Van alle mensen overlijdt eenderde thuis, eenderde in het ziekenhuis en eenderde in een verpleeg- of verzorgingshuis. Drie maanden voor het levenseinde is dat beeld nog geheel anders. Dan woont bijna tweederde nog thuis. Van hen gaat de helft naar het ziekenhuis, meestal omdat de behoefte aan zorg te groot is geworden om thuis te blijven. „De meeste mensen zeggen van tevoren dat ze liever thuis overlijden. Dat zou waarschijnlijk vaker kunnen als de thuiszorg daar beter op zou zijn voorbereid.”
Ook van de bewoners van een verzorgingshuis moet 40 procent aan het eind van hun leven nog een keer verhuizen: zij gaan naar een ziekenhuis en overlijden daar vaak ook. „Deze verhuizing vind ik persoonlijk een opzienbarend gegeven.” Bijna alle bewoners van een verpleeghuis kunnen daar tot hun laatste ademtocht blijven.
De aanwezigheid van thuiszorg én mantelzorg, door familieleden of buren, is een belangrijke voorwaarde voor het thuis kunnen sterven. Van de thuiswonenden die drie maanden voor hun overlijden beide vormen van zorg genoten, overleed 65 procent uiteindelijk thuis. Van terminale patiënten die drie maanden voor hun overlijden alleen zorg van familie kregen, overleed 43 procent thuis.

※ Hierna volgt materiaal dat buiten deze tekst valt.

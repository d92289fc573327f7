import "server-only";
import { and, eq, inArray, sql } from "drizzle-orm";
import { db, type Database } from "@/db";
import { listMessagesForStaff } from "@/db/queries/bench";
import { listPhotosForMessages } from "@/db/queries/photos";
import { jobs, messageReads, messages, photos, radioSets, user } from "@/db/schema";
import { transaction, type TxContext } from "@/db/transaction";
import { jobNumber } from "@/lib/engine/jobs/states";
import { audit } from "@/lib/server/audit";
import { env } from "@/lib/server/env";
import { AppError } from "@/lib/server/errors";
import { queueEmail } from "@/lib/server/mail";
import { notifyStaff } from "@/lib/server/services/notifications";
import { transitionJob } from "@/lib/server/services/jobs";
import { readTicket, type PhotoTicket } from "@/lib/server/uploads/photos";

type Author = { id: string; side: "customer" | "staff" };

export type KeyedMessage = {
  jobId: string;
  authorId: string;
  idempotencyKey: string;
  body: string;
  internal: boolean;
  isQuestion: boolean;
};

export const KEY_REUSED_MESSAGE =
  "This message key was already used for a different message. Reload the page to see what was sent, then send your text again.";

/**
 * The message this author already stored on this job under this key: a repeat of the same post (a retry
 * after a lost answer) gets the original back and stores nothing; the same key with other content is
 * refused. Call it after locking the job row, so two posts with one key cannot both miss each other.
 */
export async function findKeyedMessage(ctx: TxContext, m: KeyedMessage): Promise<{ id: string; createdAt: Date } | null> {
  const [row] = await ctx.tx
    .select({
      id: messages.id,
      createdAt: messages.createdAt,
      body: messages.body,
      internal: messages.internal,
      isQuestion: messages.isQuestion,
    })
    .from(messages)
    .where(and(eq(messages.authorId, m.authorId), eq(messages.jobId, m.jobId), eq(messages.idempotencyKey, m.idempotencyKey)))
    .limit(1);
  if (!row) return null;
  if (row.body !== m.body || row.internal !== m.internal || row.isQuestion !== m.isQuestion) {
    throw new AppError("conflict", KEY_REUSED_MESSAGE, { idempotencyKey: KEY_REUSED_MESSAGE });
  }
  return { id: row.id, createdAt: row.createdAt };
}

function isKeyViolation(e: unknown): boolean {
  const err = e as { code?: string; constraint?: string; cause?: { code?: string; constraint?: string } };
  const code = err.code ?? err.cause?.code;
  const constraint = err.constraint ?? err.cause?.constraint;
  return code === "23505" && constraint === "message_idempotency_key_idx";
}

/**
 * Runs a message post in its own transaction. The job lock makes a second post with the same key wait and
 * then find the first; should two ever race past it anyway, the unique index refuses one, and running it
 * again answers with the stored message.
 */
export async function inMessageTransaction<T>(fn: (ctx: TxContext) => Promise<T>): Promise<T> {
  try {
    return await transaction(fn);
  } catch (e) {
    if (!isKeyViolation(e)) throw e;
    return transaction(fn);
  }
}

/** Reads the signed upload tickets a message carries: each the author's own, none used before. */
async function photosFromTickets(ctx: TxContext, tokens: readonly string[], authorId: string): Promise<PhotoTicket[]> {
  const tickets = tokens.map((t) => readTicket(t, authorId));
  const keys = new Set(tickets.map((t) => t.key));
  if (keys.size !== tickets.length) {
    throw new AppError("invalid_input", "The same photo was added twice.", { photos: "The same photo was added twice." });
  }
  if (keys.size) {
    const used = await ctx.tx
      .select({ id: photos.id })
      .from(photos)
      .where(inArray(photos.storageKey, [...keys]))
      .limit(1);
    if (used.length) {
      const message = "One of these photos is already attached elsewhere. Please add it again.";
      throw new AppError("invalid_input", message, { photos: message });
    }
  }
  return tickets;
}

/**
 * One message on a job's thread, at any state of the job, with up to a few photos that went through the
 * upload checks (their tickets). Customers write only on their own jobs and never internal notes; an answer
 * while the shop is waiting on the owner sends the job back to triage, any other message moves nothing. A
 * staff message the owner can read is e-mailed to them (one e-mail per message). Staff may mark a note
 * internal (text only). The same idempotency key from the same author on the same job returns the first
 * message (duplicate: true) without a second row, audit entry, e-mail or state change.
 */
export async function postMessage(
  ctx: TxContext,
  input: { jobId: string; author: Author; body: string; idempotencyKey: string; internal?: boolean; photos?: readonly string[] },
): Promise<{ id: string; createdAt: Date; duplicate: boolean }> {
  const where =
    input.author.side === "customer" ? and(eq(jobs.id, input.jobId), eq(jobs.customerId, input.author.id)) : eq(jobs.id, input.jobId);
  const [job] = await ctx.tx
    .select({
      id: jobs.id,
      state: jobs.state,
      number: jobs.number,
      customerId: jobs.customerId,
      setId: jobs.setId,
      technicianId: jobs.technicianId,
    })
    .from(jobs)
    .where(where)
    .for("update")
    .limit(1);
  if (!job) throw new AppError("not_found", "That job was not found.");
  const internal = input.author.side === "staff" && input.internal === true;
  const keyed: KeyedMessage = {
    jobId: job.id,
    authorId: input.author.id,
    idempotencyKey: input.idempotencyKey,
    body: input.body,
    internal,
    isQuestion: false,
  };
  const existing = await findKeyedMessage(ctx, keyed);
  if (existing) return { ...existing, duplicate: true };
  const tokens = input.photos ?? [];
  if (internal && tokens.length) {
    const message = "Workshop notes are text only; send photos in a message to the owner.";
    throw new AppError("invalid_input", message, { photos: message });
  }
  const tickets = await photosFromTickets(ctx, tokens, input.author.id);
  const [row] = await ctx.tx
    .insert(messages)
    .values({ jobId: job.id, authorId: input.author.id, body: input.body, internal, idempotencyKey: input.idempotencyKey })
    .returning({ id: messages.id, createdAt: messages.createdAt });
  if (tickets.length) {
    await ctx.tx.insert(photos).values(
      tickets.map((t) => ({
        uploaderId: input.author.id,
        jobId: job.id,
        messageId: row!.id,
        storageKey: t.key,
        thumbKey: t.thumbKey,
        displayName: t.name,
        mime: "image/jpeg",
        width: t.width,
        height: t.height,
        bytes: t.bytes,
      })),
    );
  }
  await audit(ctx, {
    actorId: input.author.id,
    action: internal ? "message.internal" : "message.post",
    entity: "message",
    entityId: row!.id,
    before: null,
    after: { jobId: job.id, photos: tickets.length },
  });
  // Whoever writes has read the thread up to their own message.
  await markReadUpTo(ctx, { jobId: job.id, userId: input.author.id, messageId: row!.id });
  if (input.author.side === "customer" && job.state === "awaiting_owner") {
    await transitionJob(ctx, { jobId: job.id, to: "in_triage", actor: "customer", actorId: input.author.id, note: "The owner answered" });
  }
  if (input.author.side === "customer") {
    // Only the owner's own words go out: the notification carries this message, never the thread's notes.
    const [who] = await ctx.tx
      .select({ name: user.name, maker: radioSets.maker, model: radioSets.model })
      .from(user)
      .innerJoin(radioSets, eq(radioSets.id, job.setId))
      .where(eq(user.id, job.customerId))
      .limit(1);
    await notifyStaff(ctx, {
      kind: "owner_message",
      jobId: job.id,
      technicianId: job.technicianId,
      actorId: input.author.id,
      title: `Message from ${who?.name ?? "the owner"} on ${jobNumber(job.number)}${who ? `: ${who.maker} ${who.model}` : ""}`,
      body: tickets.length ? `${input.body}\n(${tickets.length === 1 ? "one photo" : `${tickets.length} photos`} attached)` : input.body,
      dedupeKey: `message:${row!.id}`,
    });
  }
  if (input.author.side === "staff" && !internal) {
    const [who] = await ctx.tx
      .select({ email: user.email, name: user.name, maker: radioSets.maker, model: radioSets.model })
      .from(user)
      .innerJoin(radioSets, eq(radioSets.id, job.setId))
      .where(eq(user.id, job.customerId))
      .limit(1);
    const [author] = await ctx.tx.select({ name: user.name }).from(user).where(eq(user.id, input.author.id)).limit(1);
    if (who) {
      await queueEmail(ctx, {
        to: who.email,
        template: "shop-message",
        props: {
          name: who.name,
          jobNumber: jobNumber(job.number),
          setName: `${who.maker} ${who.model}`,
          from: (author?.name ?? "The shop").split(" ")[0]!,
          message: input.body,
          photoCount: tickets.length,
          url: `${env().APP_URL}/portal/jobs/${job.id}`,
        },
        dedupeKey: `shop-message:${row!.id}`,
      });
    }
  }
  return { id: row!.id, createdAt: row!.createdAt, duplicate: false };
}

// The read-at is copied from the message's own timestamp inside the database: PostgreSQL keeps microseconds,
// a JavaScript Date only milliseconds, and a rounded copy would leave the message itself unread.
async function markReadUpTo(ctx: TxContext, { jobId, userId, messageId }: { jobId: string; userId: string; messageId: string }) {
  const upTo = sql`(select ${messages.createdAt} from ${messages} where ${messages.id} = ${messageId})`;
  await ctx.tx
    .insert(messageReads)
    .values({ jobId, userId, readUpTo: upTo })
    .onConflictDoUpdate({
      target: [messageReads.jobId, messageReads.userId],
      set: { readUpTo: sql`greatest(${messageReads.readUpTo}, excluded.read_up_to)` },
    });
}

/**
 * The reader has seen the thread up to this message (one they may read on this job): later messages stay
 * unread. Marking by message, not by clock, keeps a message that arrived while the page was open unread.
 */
export async function markThreadRead(
  ctx: TxContext,
  input: { jobId: string; reader: Author; lastMessageId: string },
): Promise<{ readUpTo: string }> {
  const owner = input.reader.side === "customer" ? eq(jobs.customerId, input.reader.id) : undefined;
  const [job] = await ctx.tx
    .select({ id: jobs.id })
    .from(jobs)
    .where(and(eq(jobs.id, input.jobId), owner))
    .limit(1);
  if (!job) throw new AppError("not_found", "That job was not found.");
  const visible = input.reader.side === "customer" ? eq(messages.internal, false) : undefined;
  const [msg] = await ctx.tx
    .select({ createdAt: messages.createdAt })
    .from(messages)
    .where(and(eq(messages.id, input.lastMessageId), eq(messages.jobId, job.id), visible))
    .limit(1);
  if (!msg) {
    const message = "That message is not on this job's thread. Reload the page.";
    throw new AppError("invalid_input", message, { lastMessageId: message });
  }
  await markReadUpTo(ctx, { jobId: job.id, userId: input.reader.id, messageId: input.lastMessageId });
  return { readUpTo: msg.createdAt.toISOString() };
}

/** The job's messages written after this person last read its thread (compared in the database, to the microsecond). */
export async function messagesAfterReadAt(tx: Database, { jobId, userId }: { jobId: string; userId: string }): Promise<Set<string>> {
  const rows = await tx
    .select({ id: messages.id })
    .from(messages)
    .where(
      and(
        eq(messages.jobId, jobId),
        sql`${messages.createdAt} > coalesce((select ${messageReads.readUpTo} from ${messageReads} where ${messageReads.jobId} = ${jobId} and ${messageReads.userId} = ${userId}), '-infinity')`,
      ),
    );
  return new Set(rows.map((r) => r.id));
}

const photoLinks = (p: { id: string; displayName: string; width: number; height: number }) => ({
  id: p.id,
  name: p.displayName,
  width: p.width,
  height: p.height,
  url: `/api/photos/${p.id}`,
  thumbUrl: `/api/photos/${p.id}?size=thumb`,
});

/**
 * The whole thread as the workshop sees it (notes included), each message with its photos and whether this
 * staff member has read it; the owner's messages after their read-at are the unread ones.
 */
export async function getStaffThread({ jobId, viewerId }: { jobId: string; viewerId: string }) {
  const [job] = await db.select({ customerId: jobs.customerId }).from(jobs).where(eq(jobs.id, jobId)).limit(1);
  if (!job) throw new AppError("not_found", "That job was not found.");
  const [rows, after] = await Promise.all([listMessagesForStaff({ jobId }), messagesAfterReadAt(db, { jobId, userId: viewerId })]);
  const pics = await listPhotosForMessages({ messageIds: rows.map((r) => r.id) });
  const list = rows.map((r) => ({
    id: r.id,
    body: r.body,
    internal: r.internal,
    isQuestion: r.isQuestion,
    fromOwner: r.authorId === job.customerId,
    mine: r.authorId === viewerId,
    authorName: r.authorName,
    createdAt: r.createdAt.toISOString(),
    unread: r.authorId === job.customerId && after.has(r.id),
    photos: pics.filter((p) => p.messageId === r.id).map(photoLinks),
  }));
  return { messages: list, unread: list.filter((m) => m.unread).length };
}

export type StaffThread = Awaited<ReturnType<typeof getStaffThread>>;
export type StaffThreadMessage = StaffThread["messages"][number];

Zorg door de familie is dus belangrijk voor het thuis kunnen sterven. Mantelzorgers van wie een familielid thuis overleed voelden zich achteraf minder belast dan familie van mensen die in zorginstellingen overleden.
Klinkenberg pleit daarom voor het geven van meer ondersteuning aan mantelzorgers. „De mantelzorger is zowel hulpverlener als hulpvrager. Zij moeten voldoende informatie krijgen, bijvoorbeeld over wat hun te wachten staat. De terminale fase is ook voor hen een onzekere periode. Behalve praktische hulp is het ook belangrijk dat de mantelzorger niet wordt verdrongen. Deze was al gewend op een bepaalde manier zorg te verlenen, die autonomie mag niet worden opgeheven.”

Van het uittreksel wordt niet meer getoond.